Skank World 7205 and 7221 Beverly Blvd.; 323/939-7858. Back when Eames was the stuff you took to the dump to make room for your reproduction Deco pieces, and the most common response to the name Eero Saarinen was "Gesundheit," this dusty little showroom was the first, brave outpost of the Arne Jacobsen, Greta Grossman, Florence Knoll mid-century thing that has since infected the design world like a rhinovirus. Furniture-obsessive David Lynch (who designed a couple of tables for the store) used to drop by almost every Saturday; when he didn't, he called. And now that Skank World has doubled in size, an old store becomes new again. How retro.
Orange 245 S. Robertson Blvd.; 310/652-5195. If you've ever dreamed of owning the contents of your third-grade classroom, stripped down to bare metal, lacquered, or painted tangerine, then Orange is for you. The vintage furniture store displays the discarded artifacts of California's 1960's golden age-industrial desks ($800-$1,500), taborets ($145-$475), the most beautiful mauve wastebaskets ($75-$225).

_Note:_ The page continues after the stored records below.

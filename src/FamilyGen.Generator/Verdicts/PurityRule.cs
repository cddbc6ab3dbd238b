using System.Collections.Generic;
using System.Linq;
using FamilyGen.Generator.Diagnostics;
using FamilyGen.Generator.Model;

namespace FamilyGen.Generator.Verdicts;

/// <summary>FG0202: a statistic, base measure or kernel that need not give the same value twice.</summary>
internal static class PurityRule
{
    public static IEnumerable<Finding> Find(FamilyReading reading) => reading.Dependencies
        .Where(d => d.Kind == DependencyKind.Changing && d.Role != MemberRole.Support)
        .Select(d => new Finding(DiagnosticIds.Impure, d.Origin, EquatableArray.Of(d.Member, d.Name, d.PathText, d.Reason)));
}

Craftsman Style 1453 Fourth St.; 310/393-1468. The L.A. area may be home to more 1920's bungalows than everywhere else in the country combined. This small antiques store near the Third Street Promenade is an appealing source for items such as Stickley chairs ($3,000-$7,000), pottery ($200-$6,000), and hammered-copper mica-shade lamps by Dirk Van Erp ($25,000) that flatter original Arts and Crafts interiors.
Sur la Table 301 Wilshire Blvd.; 310/395-0390. Part of the Seattle-based cooking-implement empire, Sur la Table is Santa Monica's newest culinary shrine, perfect for a part of town whose sprawling Wednesday and Saturday farmer's market has nearly achieved the cultural prominence of the Vatican. The faithful gather to attend culinary classes from esteemed cookbook writers and to contemplate such unapproachable objects of veneration as Rösle nesting bowls ($41-$79), Henckels steak knives ($150 for five), and copper stockpots ($99-$279).

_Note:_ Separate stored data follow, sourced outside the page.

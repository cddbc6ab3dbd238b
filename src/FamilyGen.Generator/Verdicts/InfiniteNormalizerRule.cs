using System.Collections.Generic;
using System.Linq;
using FamilyGen.Generator.Algebra;
using FamilyGen.Generator.Diagnostics;
using FamilyGen.Generator.Model;

namespace FamilyGen.Generator.Verdicts;

/// <summary>FG0401: no parameter at all makes the normalizer finite.</summary>
internal static class InfiniteNormalizerRule
{
    public static IEnumerable<Finding> Find(FamilyDeclaration declaration, NormalForm form)
    {
        var sets = new NaturalSets(declaration, form);
        if (sets.Shapes.Any(s => s.Cones.Count == 0 || !s.Exclude(s.Cones, sets.Image)))
            yield break;
        var shape = sets.Shapes[0];
        var alone = shape.Exclude(shape.Cones, []);
        IReadOnlyList<LinearCondition> image = alone ? [] : sets.Image;
        var ends = NaturalSets.Fewest(shape, some => shape.Exclude(some, image));
        var reason = ends.Count == 1 && !ends[0].Cells().Any()
            ? NaturalSets.Divergence(ends[0])
            : "it asks " + string.Join(", and ", ends.Select(sets.Asked)) + (alone ? "" : ", which the parameters never reach");
        yield return new Finding(DiagnosticIds.InfiniteNormalizer, declaration.Kernel?.Origin ?? -1, EquatableArray.Of(reason, Mend(declaration, ends)));
    }

    private static string Mend(FamilyDeclaration declaration, IReadOnlyList<GrowthCone> ends)
    {
        var what = declaration.IsTrade ? "a term" : "a statistic or a base measure";
        var places = string.Join(" and ", ends.Select(e => e.End.Where).Distinct());
        return ends.Any(e => e.End.IsInfinite)
            ? $"add {what} that makes the density fall off as {places}, or bound the support"
            : $"add {what} that keeps the density down as {places}, or end the support before";
    }
}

Algabar 920 N. La Cienega Blvd.; 310/360-3500. In a city where Thai food is easier to find than pizza and where people decamp for a month in Bali as casually as their parents used to weekend in Palm Springs, Algabar is a Saks Fifth Avenue for the new century. Atz the incense-scented store, chic Asian exotica becomes accessible. Its iron teapots are imported from Japan ($60-$150), 100-year-old beds from Indonesia ($5,000), extravagantly silk-screened velvet throws from local artist Richard Fischer ($800-$1,500), and teas from the French firm Mariage Frères. Owner Gail Baral stocks antiques and clean-lined furniture priced for the points-on-the-gross crowd, as well as stylish sake sets ($15-$40) that everyone can afford.
Soolip Paperie & Press 8646 Melrose Ave.; 310/360-0545. An elegant new paper store across the street from the Pacific Design Center, with rough-hewn notebooks ($8-$115), cards ($2-$18), and stationery ($3-$12 for 10 sheets). (The Soolip Bungalow annex in the rear carries luxury bath products and cashmere-and-silk throws.) Sometimes it's the thought that counts, and since the handmade gift wrap here is more exquisite than anything you might put in it, a thought can count for a lot.
Jonathan Gold is a columnist for Los Angeles magazine and L.A. Weekly.